**WORK REQUEST:** Copy out the lines of the records below, and only those lines, from the one with "func values(t testing.TB)" through the one with "period := balance.Period(1.2e-9, k)", exactly as they appear.

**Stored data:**
────────────────────────────────────────
package balance_test

import (
	"encoding/json"
	"math"
	"os"
	"path/filepath"
	"strconv"
	"testing"

	"ratehouse/trial"
	"ratehouse/trial/balance"
)

// values is testdata/balance/physics.json; its _source says where the numbers come from.
func values(t testing.TB) map[string]any {
	t.Helper()
	data, err := os.ReadFile(filepath.Join("..", "..", "testdata", "balance", "physics.json"))
	if err != nil {
		t.Fatal(err)
	}
	var v map[string]any
	if err := json.Unmarshal(data, &v); err != nil {
		t.Fatal(err)
	}
	return v
}

// at follows names into the file; numbers there are numbers or decimals.
func at(t testing.TB, v any, names ...string) float64 {
	t.Helper()
	for _, n := range names {
		m, ok := v.(map[string]any)
		if !ok || m[n] == nil {
			t.Fatalf("%v: no %s", names, n)
		}
		v = m[n]
	}
	switch x := v.(type) {
	case float64:
		return x
	case string:
		f, err := strconv.ParseFloat(x, 64)
		if err != nil {
			t.Fatal(err)
		}
		return f
	}
	t.Fatalf("%v is %T", names, v)
	return 0
}

// near compares to a relative error.
func near(t testing.TB, name string, got, want, relative float64) {
	t.Helper()
	if !(math.Abs(got-want) <= relative*math.Max(math.Abs(want), 1e-300)) && got != want {
		t.Errorf("%s: %.16g, want %.16g", name, got, want)
	}
}

const degree = math.Pi / 180

func TestRateOfPeriod(t *testing.T) {
	t.Parallel()
	rows := values(t)["rate_exact_vs_linear"].([]any)
	if len(rows) != 8 {
		t.Fatalf("%d rows", len(rows))
	}
	for _, row := range rows {
		m, ratio := at(t, row, "M_exact"), at(t, row, "T_over_T0")
		near(t, "ratio", balance.PeriodRatio(m), ratio, 1e-15)
		within(t, "exact", balance.RateOfPeriod(ratio, 1), m, 1e-9)
		within(t, "linear", balance.LinearRateOfPeriod(ratio, 1), at(t, row, "M_linear_86400*(T0-T)/T0"), 1e-9)
	}
}

func within(t testing.TB, name string, got, want, most float64) {
	t.Helper()
	if !(math.Abs(got-want) <= most) {
		t.Errorf("%s: %.16g, want %.16g", name, got, want)
	}
}

func TestSpring(t *testing.T) {
	t.Parallel()
	v := values(t)
	k := balance.Stiffness(210e9, 1e-4, 3e-5, 0.06)
	near(t, "k", k, at(t, v, "spring_example_2", "k"), 1e-12)
	period := balance.Period(1.2e-9, k)
	near(t, "T", period, at(t, v, "spring_example_2", "T_s"), 1e-12)
	near(t, "rate against 0.25 s", balance.RateOfPeriod(period, 0.25), at(t, v, "spring_example_2", "rate_vs_T0_0.25"), 1e-9)
	wanted := balance.StiffnessFor(1.2e-9, 0.25)
	near(t, "k for 0.25 s", wanted, at(t, v, "spring_example", "k_target"), 1e-12)
	near(t, "stiffness at that length", balance.Stiffness(210e9, 1e-4, 3e-5, at(t, v, "spring_example", "L_m")), wanted, 1e-12)
	// Sensitivities, and one second a day in each.
	for name, c := range map[string]balance.Relative{"L": {Length: 1e-5}, "I": {Inertia: 1e-5}, "E": {Modulus: 1e-5}, "b": {Height: 1e-5}, "t": {Thickness: 1e-5}} {
		near(t, name, balance.RateShift(c), at(t, v, "rate_per_relative_change_s_per_d_per_1e-5", name), 1e-12)
	}
	one := balance.RelativeFor(1)
	near(t, "dL/L", -one.Length, at(t, v, "one_s_per_d_relative", "dL/L"), 1e-12)
	near(t, "dt/t", one.Thickness, at(t, v, "one_s_per_d_relative", "dt/t"), 1e-12)
	within(t, "all at once", balance.RateShift(one), 5, 1e-12)
	// The sensitivity is the slope of the exact formula.
	exact := balance.RateOfPeriod(balance.Period(1.2e-9, balance.Stiffness(210e9, 1e-4, 3e-5*(1+1e-7), 0.06)), period)
	within(t, "thickness by the exact formula", exact, balance.RateShift(balance.Relative{Thickness: 1e-7}), 1e-8)
}

func TestThermalSlope(t *testing.T) {
	t.Parallel()
	v := values(t)
	near(t, "brass", balance.ThermalSlope(0, 0, 19e-6), at(t, v, "thermal_balance_only", "brass_alpha_19e-6"), 1e-12)
	near(t, "steel", balance.ThermalSlope(0, 0, 11e-6), at(t, v, "thermal_balance_only", "steel_alpha_11e-6"), 1e-12)
	near(t, "full", balance.ThermalSlope(-2.4e-4, 11e-6, 19e-6), at(t, v, "thermal_full_example", "dM_dT"), 1e-12)
	within(t, "compensated", balance.ThermalSlope(at(t, v, "thermal_zero_betaE_for_C0", "betaE_needed"), 8e-6, 17e-6), 0, 1e-12)
	near(t, "0.6", balance.ThermalError(0.6), at(t, v, "C_0.6_limit_equivalent_betaE_error"), 1e-11)
}

func TestPendulum(t *testing.T) {
	t.Parallel()
	v := values(t)
	near(t, "length", balance.PendulumLength(2, 9.80665), at(t, v, "pendulum_L_for_T2_g9.80665_m"), 1e-15)
	for _, deg := range []string{"1", "2", "3", "5"} {
		angle, _ := strconv.ParseFloat(deg, 64)
		angle *= degree
		ratio := balance.CircularRatio(angle)
		near(t, deg+"°", ratio, at(t, v, "pendulum_circular_error_ratio_"+deg+"deg"), 1e-15)
		within(t, "rate", balance.RateOfPeriod(ratio, 1), at(t, v, "pendulum_circular_error_rate_exact_s_per_d_"+deg+"deg"), 1e-10)
		within(t, "small", balance.CircularRateSmall(angle), at(t, v, "pendulum_circular_error_rate_small_angle_s_per_d_"+deg+"deg"), 1e-10)
	}
}

func TestAmplitudeFactor(t *testing.T) {
	t.Parallel()
	v := values(t)
	table := v["factor_2J1_over_phi"].(map[string]any)
	if len(table) != 16 {
		t.Fatalf("%d rows", len(table))
	}
	for deg := range table {
		phi, _ := strconv.ParseFloat(deg, 64)
		near(t, deg+"°", balance.AmplitudeFactor(phi*degree), at(t, v, "factor_2J1_over_phi", deg), 1e-12)
	}
	within(t, "at rest", balance.AmplitudeFactor(0), 1, 0)
	within(t, "first zero", balance.AmplitudeFactor(balance.NeutralAmplitude), 0, 1e-15)
	within(t, "second zero", balance.AmplitudeFactor(balance.SecondNeutralAmplitude), 0, 1e-15)
	near(t, "first zero", balance.NeutralAmplitude/degree, at(t, v, "J1_first_zero_deg"), 1e-15)
	near(t, "second zero", balance.SecondNeutralAmplitude/degree, at(t, v, "J1_second_zero_deg"), 1e-13)
	near(t, "least", balance.AmplitudeFactor(at(t, v, "factor_min_at_rad")), at(t, v, "factor_min_value"), 1e-12)
	k := balance.StiffnessFor(1.2e-9, 0.25)
	for deg := range v["poise_example"].(map[string]any)["A_s_per_d"].(map[string]any) {
		phi, _ := strconv.ParseFloat(deg, 64)
		near(t, "poise at "+deg+"°", balance.PoiseAmplitude(1e-12, 9.80665, k, phi*degree), at(t, v, "poise_example", "A_s_per_d", deg), 1e-11)
	}
	// A numeric integration of the full equation of motion, m r g/k = 1e-4.
	rows := v["poise_numeric_vs_formula"].([]any)
	for _, row := range rows {
		got := balance.PoiseAmplitude(1e-4, 1, 1, at(t, row, "phi0_deg")*degree) / 86_400
		near(t, "against integration", got, at(t, row, "dw_over_w_numeric"), 3e-5)
	}
}

func TestVerticalPattern(t *testing.T) {
	t.Parallel()
	v := values(t)
	positions := map[string]trial.Position{"3H": trial.H3, "6H": trial.H6, "9H": trial.H9, "12H": trial.H12}
	four := map[trial.Position]float64{}
	for name, p := range positions {
		four[p] = at(t, v, "heavy_point_example", "rates", name)
	}
	p, ok := balance.VerticalPattern(four, 0.1)
	if !ok || !p.HasClosure {
		t.Fatal("four positions close")
	}
	within(t, "size", p.Size, at(t, v, "heavy_point_example", "input", "A"), 1e-11)
	within(t, "direction", p.Direction, at(t, v, "heavy_point_example", "input", "psi_deg"), 1e-10)
	within(t, "mean", p.Mean, 2, 1e-11)
	within(t, "closure", p.Closure, 0, 1e-11)
	within(t, "u of closure", p.UClosure, 0.2, 1e-15)
	three := map[trial.Position]float64{trial.H3: -3.3, trial.H6: -1.7, trial.H9: 7.3}
	p, ok = balance.VerticalPattern(three, 0.1)
	if !ok || p.HasClosure {
		t.Fatal("three positions have no closure")
	}
	within(t, "size of three", p.Size, at(t, v, "heavy_point_three_pos_example", "A"), 1e-11)
	within(t, "direction of three", p.Direction, at(t, v, "heavy_point_three_pos_example", "psi_deg"), 1e-9)
	within(t, "from the back", balance.FromTheBack(p.Direction), 360-p.Direction, 1e-12)
	delete(three, trial.H9)
	if _, ok := balance.VerticalPattern(three, 0.1); ok {
		t.Error("two positions make no pattern")
	}
}

// Uncertainties against finite differences of the pattern itself.
func TestPatternUncertainty(t *testing.T) {
	t.Parallel()
	for _, with12 := range []bool{true, false} {
		rates := map[trial.Position]float64{trial.H3: -3.3, trial.H6: 1.2, trial.H9: 4.1}
		if with12 {
			rates[trial.H12] = -0.4
		}
		const u, h = 0.2, 1e-6
		p, _ := balance.VerticalPattern(rates, u)
		var size, angle, mean float64
		for pos := range rates {
			moved := map[trial.Position]float64{}
			for k, x := range rates {
				moved[k] = x
			}
			moved[pos] += h
			q, _ := balance.VerticalPattern(moved, u)
			size += math.Pow((q.Size-p.Size)/h*u, 2)
			angle += math.Pow((q.Direction-p.Direction)/h*u, 2)
			mean += math.Pow((q.Mean-p.Mean)/h*u, 2)
		}
		within(t, "u of size", p.USize, math.Sqrt(size), 1e-5)
		within(t, "u of angle", p.UAngle, math.Sqrt(angle), 1e-3)
		within(t, "u of mean", p.UMean, math.Sqrt(mean), 1e-7)
	}
}

// No heavy side without an amplitude that keeps the sign (practice notes, X4).
func TestHeavyPoint(t *testing.T) {
	t.Parallel()
	p := balance.Pattern{Size: 5, Direction: 125, USize: 0.2}
	for _, c := range []struct {
		a    balance.Amplitude
		want float64
		ok   bool
	}{
		{balance.Amplitude{}, 0, false},
		{balance.Amplitude{From: 190, To: 190}, 125, true},
		{balance.Amplitude{From: 200, To: 200}, 0, false},
		{balance.Amplitude{From: 210, To: 210}, 0, false},
		{balance.Amplitude{From: 280, To: 280}, 0, false}, // one value: it falls through the neutral one
		{balance.Amplitude{From: 150, To: 219}, 125, true},
		{balance.Amplitude{From: 220, To: 290}, 305, true},
		{balance.Amplitude{From: 219, To: 290}, 0, false},
		{balance.Amplitude{From: 290, To: 220}, 0, false},
		{balance.Amplitude{From: 300, To: 402}, 0, false},
	} {
		if got, ok := p.HeavyPoint(c.a); ok != c.ok || math.Abs(got-c.want) > 1e-12 {
			t.Errorf("%v: %v %v, want %v %v", c.a, got, ok, c.want, c.ok)
		}
	}
	p.USize = 2.5
	if _, ok := p.HeavyPoint(balance.Amplitude{From: 190, To: 190}); ok {
		t.Error("a size within twice its uncertainty points nowhere")
	}
}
────────────────────────────────────────
**ANSWER TO THIS EXERCISE:**
func values(t testing.TB) map[string]any {
	t.Helper()
	data, err := os.ReadFile(filepath.Join("..", "..", "testdata", "balance", "physics.json"))
	if err != nil {
		t.Fatal(err)
	}
	var v map[string]any
	if err := json.Unmarshal(data, &v); err != nil {
		t.Fatal(err)
	}
	return v
}

// at follows names into the file; numbers there are numbers or decimals.
func at(t testing.TB, v any, names ...string) float64 {
	t.Helper()
	for _, n := range names {
		m, ok := v.(map[string]any)
		if !ok || m[n] == nil {
			t.Fatalf("%v: no %s", names, n)
		}
		v = m[n]
	}
	switch x := v.(type) {
	case float64:
		return x
	case string:
		f, err := strconv.ParseFloat(x, 64)
		if err != nil {
			t.Fatal(err)
		}
		return f
	}
	t.Fatalf("%v is %T", names, v)
	return 0
}

// near compares to a relative error.
func near(t testing.TB, name string, got, want, relative float64) {
	t.Helper()
	if !(math.Abs(got-want) <= relative*math.Max(math.Abs(want), 1e-300)) && got != want {
		t.Errorf("%s: %.16g, want %.16g", name, got, want)
	}
}

const degree = math.Pi / 180

func TestRateOfPeriod(t *testing.T) {
	t.Parallel()
	rows := values(t)["rate_exact_vs_linear"].([]any)
	if len(rows) != 8 {
		t.Fatalf("%d rows", len(rows))
	}
	for _, row := range rows {
		m, ratio := at(t, row, "M_exact"), at(t, row, "T_over_T0")
		near(t, "ratio", balance.PeriodRatio(m), ratio, 1e-15)
		within(t, "exact", balance.RateOfPeriod(ratio, 1), m, 1e-9)
		within(t, "linear", balance.LinearRateOfPeriod(ratio, 1), at(t, row, "M_linear_86400*(T0-T)/T0"), 1e-9)
	}
}

func within(t testing.TB, name string, got, want, most float64) {
	t.Helper()
	if !(math.Abs(got-want) <= most) {
		t.Errorf("%s: %.16g, want %.16g", name, got, want)
	}
}

func TestSpring(t *testing.T) {
	t.Parallel()
	v := values(t)
	k := balance.Stiffness(210e9, 1e-4, 3e-5, 0.06)
	near(t, "k", k, at(t, v, "spring_example_2", "k"), 1e-12)
	period := balance.Period(1.2e-9, k)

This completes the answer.